[Source records]
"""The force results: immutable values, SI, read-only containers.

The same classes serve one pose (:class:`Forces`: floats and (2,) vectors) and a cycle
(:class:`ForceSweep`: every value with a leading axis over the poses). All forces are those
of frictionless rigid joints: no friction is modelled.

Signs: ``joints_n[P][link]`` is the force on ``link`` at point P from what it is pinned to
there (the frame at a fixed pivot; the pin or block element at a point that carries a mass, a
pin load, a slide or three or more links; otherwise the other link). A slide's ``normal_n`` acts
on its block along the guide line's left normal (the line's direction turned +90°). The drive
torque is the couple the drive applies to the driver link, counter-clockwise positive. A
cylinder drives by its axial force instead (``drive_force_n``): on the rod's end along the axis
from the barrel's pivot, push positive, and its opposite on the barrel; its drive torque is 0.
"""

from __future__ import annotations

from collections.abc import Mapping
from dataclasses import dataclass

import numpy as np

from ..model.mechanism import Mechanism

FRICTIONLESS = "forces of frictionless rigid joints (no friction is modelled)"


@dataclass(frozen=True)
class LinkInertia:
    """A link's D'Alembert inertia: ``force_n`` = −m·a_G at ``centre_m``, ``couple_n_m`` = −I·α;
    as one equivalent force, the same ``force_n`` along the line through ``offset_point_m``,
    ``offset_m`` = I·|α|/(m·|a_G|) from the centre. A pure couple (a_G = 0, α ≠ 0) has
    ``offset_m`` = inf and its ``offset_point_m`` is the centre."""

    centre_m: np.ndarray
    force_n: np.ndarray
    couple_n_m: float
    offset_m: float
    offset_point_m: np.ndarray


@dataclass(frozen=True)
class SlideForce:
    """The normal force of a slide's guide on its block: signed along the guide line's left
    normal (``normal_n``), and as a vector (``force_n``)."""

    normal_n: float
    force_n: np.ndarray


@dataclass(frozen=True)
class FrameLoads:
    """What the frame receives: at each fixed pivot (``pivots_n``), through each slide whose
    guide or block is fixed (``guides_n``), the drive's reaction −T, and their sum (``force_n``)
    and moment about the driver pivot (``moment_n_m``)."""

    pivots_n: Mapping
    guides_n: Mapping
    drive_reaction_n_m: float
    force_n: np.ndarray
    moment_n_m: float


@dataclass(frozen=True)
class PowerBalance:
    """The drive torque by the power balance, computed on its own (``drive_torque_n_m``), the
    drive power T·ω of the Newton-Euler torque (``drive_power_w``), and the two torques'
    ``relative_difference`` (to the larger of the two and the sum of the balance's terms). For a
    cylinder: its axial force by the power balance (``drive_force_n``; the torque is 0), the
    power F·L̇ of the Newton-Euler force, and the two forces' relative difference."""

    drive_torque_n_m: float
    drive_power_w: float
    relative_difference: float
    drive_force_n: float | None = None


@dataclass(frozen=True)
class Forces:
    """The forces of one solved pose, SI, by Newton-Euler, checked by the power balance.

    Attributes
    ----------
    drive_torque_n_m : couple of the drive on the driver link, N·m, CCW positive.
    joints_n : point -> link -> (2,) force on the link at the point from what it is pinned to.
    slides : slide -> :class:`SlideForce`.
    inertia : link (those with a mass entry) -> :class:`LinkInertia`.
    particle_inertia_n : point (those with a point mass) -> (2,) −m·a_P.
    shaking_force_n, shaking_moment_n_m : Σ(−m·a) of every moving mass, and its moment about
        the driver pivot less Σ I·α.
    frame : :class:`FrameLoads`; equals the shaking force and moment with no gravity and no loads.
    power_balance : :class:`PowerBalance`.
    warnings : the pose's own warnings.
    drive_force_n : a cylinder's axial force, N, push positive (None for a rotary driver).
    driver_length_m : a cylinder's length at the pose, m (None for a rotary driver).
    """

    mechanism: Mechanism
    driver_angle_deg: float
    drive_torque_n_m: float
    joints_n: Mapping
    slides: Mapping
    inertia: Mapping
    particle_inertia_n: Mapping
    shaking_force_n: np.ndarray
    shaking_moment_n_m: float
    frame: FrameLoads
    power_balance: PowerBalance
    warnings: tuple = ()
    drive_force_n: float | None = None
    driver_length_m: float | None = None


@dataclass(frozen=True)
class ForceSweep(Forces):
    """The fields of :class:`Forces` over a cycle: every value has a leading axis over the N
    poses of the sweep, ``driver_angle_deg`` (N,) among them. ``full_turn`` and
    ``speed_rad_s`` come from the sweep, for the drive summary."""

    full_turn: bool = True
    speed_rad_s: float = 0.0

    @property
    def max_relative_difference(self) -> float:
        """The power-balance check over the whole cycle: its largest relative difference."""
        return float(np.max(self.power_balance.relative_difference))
--
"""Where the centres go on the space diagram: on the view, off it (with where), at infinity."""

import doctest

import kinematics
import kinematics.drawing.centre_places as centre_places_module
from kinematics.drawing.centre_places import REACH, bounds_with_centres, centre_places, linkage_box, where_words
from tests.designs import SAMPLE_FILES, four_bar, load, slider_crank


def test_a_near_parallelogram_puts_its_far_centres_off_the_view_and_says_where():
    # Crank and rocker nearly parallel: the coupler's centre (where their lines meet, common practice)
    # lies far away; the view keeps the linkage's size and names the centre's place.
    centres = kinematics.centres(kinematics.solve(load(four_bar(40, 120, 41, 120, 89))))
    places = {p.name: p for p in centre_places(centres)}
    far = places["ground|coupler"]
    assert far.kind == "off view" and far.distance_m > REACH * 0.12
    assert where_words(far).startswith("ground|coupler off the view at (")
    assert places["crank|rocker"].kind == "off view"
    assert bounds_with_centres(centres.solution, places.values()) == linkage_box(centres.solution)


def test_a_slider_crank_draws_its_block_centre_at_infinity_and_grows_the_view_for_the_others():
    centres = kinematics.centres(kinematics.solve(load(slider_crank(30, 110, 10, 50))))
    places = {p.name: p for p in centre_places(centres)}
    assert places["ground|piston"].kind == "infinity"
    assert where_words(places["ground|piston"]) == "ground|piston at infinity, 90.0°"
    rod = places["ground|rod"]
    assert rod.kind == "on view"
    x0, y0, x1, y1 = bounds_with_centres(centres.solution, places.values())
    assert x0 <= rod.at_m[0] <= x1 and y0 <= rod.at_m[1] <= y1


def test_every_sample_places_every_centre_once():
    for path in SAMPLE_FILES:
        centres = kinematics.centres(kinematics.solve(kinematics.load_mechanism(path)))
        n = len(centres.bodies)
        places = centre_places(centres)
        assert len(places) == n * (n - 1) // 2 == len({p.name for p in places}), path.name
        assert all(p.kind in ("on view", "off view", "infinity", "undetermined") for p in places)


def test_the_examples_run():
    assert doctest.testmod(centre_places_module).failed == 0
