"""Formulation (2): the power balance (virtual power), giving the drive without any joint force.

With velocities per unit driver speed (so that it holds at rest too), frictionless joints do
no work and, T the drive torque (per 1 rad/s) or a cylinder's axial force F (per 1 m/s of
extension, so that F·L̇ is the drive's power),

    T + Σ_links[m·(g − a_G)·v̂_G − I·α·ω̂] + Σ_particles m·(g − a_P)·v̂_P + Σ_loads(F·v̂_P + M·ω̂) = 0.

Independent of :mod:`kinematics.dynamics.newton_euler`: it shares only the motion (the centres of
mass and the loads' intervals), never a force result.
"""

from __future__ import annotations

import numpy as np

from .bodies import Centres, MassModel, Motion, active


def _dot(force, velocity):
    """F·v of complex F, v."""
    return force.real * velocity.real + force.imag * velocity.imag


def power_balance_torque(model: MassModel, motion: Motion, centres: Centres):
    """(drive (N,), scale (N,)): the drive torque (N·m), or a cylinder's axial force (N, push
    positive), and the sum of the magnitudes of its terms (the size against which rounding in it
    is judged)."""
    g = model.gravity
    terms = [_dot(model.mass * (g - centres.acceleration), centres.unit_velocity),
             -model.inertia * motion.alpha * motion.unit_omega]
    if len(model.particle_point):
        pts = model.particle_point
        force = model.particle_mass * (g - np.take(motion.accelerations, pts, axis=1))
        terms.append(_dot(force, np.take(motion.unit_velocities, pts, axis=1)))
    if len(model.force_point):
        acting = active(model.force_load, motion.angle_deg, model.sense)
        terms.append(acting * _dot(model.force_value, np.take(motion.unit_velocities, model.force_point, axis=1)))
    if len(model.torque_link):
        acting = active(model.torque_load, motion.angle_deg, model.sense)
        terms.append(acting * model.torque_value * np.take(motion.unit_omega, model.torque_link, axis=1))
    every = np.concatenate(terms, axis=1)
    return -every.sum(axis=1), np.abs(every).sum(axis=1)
* * *
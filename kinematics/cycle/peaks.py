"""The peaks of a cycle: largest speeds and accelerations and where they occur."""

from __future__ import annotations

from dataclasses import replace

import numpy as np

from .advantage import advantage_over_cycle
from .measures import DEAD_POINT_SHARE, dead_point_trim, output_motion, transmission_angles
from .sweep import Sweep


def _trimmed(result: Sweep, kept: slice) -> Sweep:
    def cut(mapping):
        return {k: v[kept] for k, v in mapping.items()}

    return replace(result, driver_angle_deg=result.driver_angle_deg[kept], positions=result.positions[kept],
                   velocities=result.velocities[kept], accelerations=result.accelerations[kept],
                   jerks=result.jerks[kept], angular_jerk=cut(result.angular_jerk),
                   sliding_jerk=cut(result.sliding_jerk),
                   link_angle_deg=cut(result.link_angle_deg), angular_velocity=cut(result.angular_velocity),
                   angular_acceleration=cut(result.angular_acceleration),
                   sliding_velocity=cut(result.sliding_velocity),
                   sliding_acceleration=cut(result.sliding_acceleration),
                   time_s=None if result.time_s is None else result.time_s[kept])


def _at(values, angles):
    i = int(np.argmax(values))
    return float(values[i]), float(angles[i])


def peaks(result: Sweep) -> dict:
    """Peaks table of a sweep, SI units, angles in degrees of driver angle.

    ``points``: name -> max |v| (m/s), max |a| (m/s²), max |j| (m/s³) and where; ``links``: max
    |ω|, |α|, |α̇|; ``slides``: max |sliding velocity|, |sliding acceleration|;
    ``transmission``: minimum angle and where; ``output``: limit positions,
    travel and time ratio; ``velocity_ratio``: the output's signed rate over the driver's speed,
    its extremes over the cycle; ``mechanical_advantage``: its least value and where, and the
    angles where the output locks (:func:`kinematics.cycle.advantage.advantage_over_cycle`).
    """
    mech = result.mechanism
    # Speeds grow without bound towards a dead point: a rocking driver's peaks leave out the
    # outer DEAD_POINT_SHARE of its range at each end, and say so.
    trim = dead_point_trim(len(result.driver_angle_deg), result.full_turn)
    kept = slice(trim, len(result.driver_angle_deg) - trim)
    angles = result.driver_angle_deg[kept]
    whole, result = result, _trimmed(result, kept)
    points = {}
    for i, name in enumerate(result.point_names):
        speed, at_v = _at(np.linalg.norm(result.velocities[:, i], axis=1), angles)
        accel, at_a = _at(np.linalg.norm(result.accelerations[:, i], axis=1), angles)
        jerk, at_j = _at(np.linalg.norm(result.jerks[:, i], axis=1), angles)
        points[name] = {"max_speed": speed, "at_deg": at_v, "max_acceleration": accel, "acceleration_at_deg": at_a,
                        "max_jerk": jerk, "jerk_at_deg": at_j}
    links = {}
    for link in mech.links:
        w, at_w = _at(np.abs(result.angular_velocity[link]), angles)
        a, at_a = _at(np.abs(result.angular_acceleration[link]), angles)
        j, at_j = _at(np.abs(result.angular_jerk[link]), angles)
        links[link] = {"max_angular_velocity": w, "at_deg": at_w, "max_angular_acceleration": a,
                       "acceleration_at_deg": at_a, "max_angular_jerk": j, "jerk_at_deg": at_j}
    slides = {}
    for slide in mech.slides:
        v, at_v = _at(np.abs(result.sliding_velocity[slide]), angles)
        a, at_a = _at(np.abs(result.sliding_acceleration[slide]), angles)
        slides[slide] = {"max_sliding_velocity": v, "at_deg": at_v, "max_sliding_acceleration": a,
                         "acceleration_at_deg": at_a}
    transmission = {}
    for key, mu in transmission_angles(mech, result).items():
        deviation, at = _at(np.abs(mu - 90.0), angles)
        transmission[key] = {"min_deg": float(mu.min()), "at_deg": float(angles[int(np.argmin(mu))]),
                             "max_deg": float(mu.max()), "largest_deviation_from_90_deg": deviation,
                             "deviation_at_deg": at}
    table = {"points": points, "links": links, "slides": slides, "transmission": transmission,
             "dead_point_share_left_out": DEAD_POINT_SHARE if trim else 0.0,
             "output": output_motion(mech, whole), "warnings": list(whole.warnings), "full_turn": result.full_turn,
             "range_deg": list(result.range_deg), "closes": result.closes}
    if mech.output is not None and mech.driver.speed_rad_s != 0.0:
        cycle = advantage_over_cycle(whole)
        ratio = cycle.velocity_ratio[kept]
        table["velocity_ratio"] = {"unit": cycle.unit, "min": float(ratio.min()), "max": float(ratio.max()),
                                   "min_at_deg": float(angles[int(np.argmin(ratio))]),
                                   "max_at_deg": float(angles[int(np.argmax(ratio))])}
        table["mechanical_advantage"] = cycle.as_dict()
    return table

TASK STATEMENT:
Pull out all lines containing the word "slice" from the entries above.

RESULT BELOW:
def _trimmed(result: Sweep, kept: slice) -> Sweep:
    kept = slice(trim, len(result.driver_angle_deg) - trim)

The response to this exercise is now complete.